I think when the gaps get to 12" or so at 20 yards the bows are very slow and arrows very heavy - as in dedicated 20 yard barebow rigs or anchoring very high with the nock way up by your eye. Something that helps me on the little critters is determining my gap by the size of the critter. ie, 10 yards at a woodchuck, I'll draw from point on where I want to hit, draw to a full woodchuck low then shoot. With a little work you can figure out what the typical size of the smaller targets are then use thier size to assist with your gap.


----------



## Jeb-D. (Sep 21, 2011)

For distances 15 yards or less, try forgetting about gaps and just point and shoot. The trajectory of the arrow should be flat enough to hit where you point.


----------



## rsarns (Sep 23, 2008)

Depending on the bow, you can use the riser for in close shooting IE 20 yards... on my Sapphire Hawk LB, where the riser starts its turn into the sight picture is a perfect 20 yards with my setup.... I can then gap shoot off the riser for in close targets, 15-30 yards. After 30 yards I then use my point as a reference for gap shooting. I am trying to find a good arrow combo with raising my anchor point for a closer point on with my ILF bow.


----------



## pooch692000 (Dec 28, 2011)

Is there a good website or book that explains gap shooting. I am new to this and trying to figure out aiking a longbow. I have read a little about "gap" shooting and what I think what I means is that your 'point on' is the distance that when you aim your arrow tip at a target it hits that exact spot. If you move closer to the target, your arrow tip will be aimed slightly below and even lower as you get closer. As you move further from point on, you will have to aim arrow slightly above point on to hit that spot. Is that what the basis of gap shooting is? From what I've seen, you measure the distance the arrow impact is above or below point on and that is the distance you aim above or below based on the yardage your shooting?


----------



## rsarns (Sep 23, 2008)

Pretty much. I know my Point on say it is 45 yards, shorter distances I know that lets say bottom of the deer target at 35, and for farther say 55 the back of the deer target. It is really knowing the gapo distance between the tip of the arrows and the spot you wish to impact at various distances. AS I stated earlier in this thread, for close shots, I gap off my riser "sight window" out to 30 yards. At that point I now start gapping off my arrow tip. Black Wolf made the same comment earlier. Takes lots of practice to find your gaps... and once you do it will help your game immensely


----------



## benzy (Oct 23, 2006)

Hi Jerry!!! I'm back. :0) What do you want to shoot better for?

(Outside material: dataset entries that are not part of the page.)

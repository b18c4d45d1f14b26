/** The console's own API, /api, behind a session cookie. */
import { Router } from 'express';
import type { AppContext } from '../../context.ts';

export async function createApiRouter(_ctx: AppContext): Promise<Router> {
  const router = Router();
  return router;
}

You get a bigger wood shed or something? 

If you can't raise your nock, or anchor would lowering your rest, or removing it ( and shooting off the shelf ) accomplish the same thing? While maintaining basically the same string angle around your glasses... ???

You shooting Sunday?

pooch... You got it. Check out Masters of the Barebow III


----------



## centershot (Sep 13, 2002)

pooch - that is the idea. A real general way to get your gaps is to find your point on - say 30 yards. Take half of that 15, find your gap there and know that is the max gap you will have from 0-30 yards. At no time should you ever hold lower than your 15 yard hold. From that point you gaps will be smaller. Halfing is not exactly accurate, but gives a good reference. An example of typical gaps - my bow shoots about 170 fps - I have a point on of 32 yards and my gaps are 10 yds -18", 20 yds -20", 25 yds -18", 30 yds -4", 32yds point on. As you can see all shots from 10 to 25 yards are basically the same gap. At ranges over 32 yards I have to hold over. 
I like to use a piece of masking tape about 30" long ran vertically on a target but with several 8" horizontal pieces at 8" intervals to 'sight in'. Aim at the top cross, check your arrow point at the lower crosses to determine your gaps. It seems kind of complicated at first, but is quickly memorized and becomes second nature. I find this method of aiming the most reliable and accurate way to shoot. Opinions vary, kind of depends on how you think - try it and see if it works for you. Remember, no aiming system is worth a hoot if your form is not consistant. Good luck with it.


----------



## AdAstraAirow (Aug 22, 2011)

If I understand this correctly...to reduce your point-on-distance you have the options of:

A slower arrow/bow combination
A higher anchor position
A longer arrow shaft
A higher nocking point
A lower hand postion on the string

Does a change in arrow shelf height or moving to an elevated rest have any effect? Are there any other alterations or considerations I am missing? 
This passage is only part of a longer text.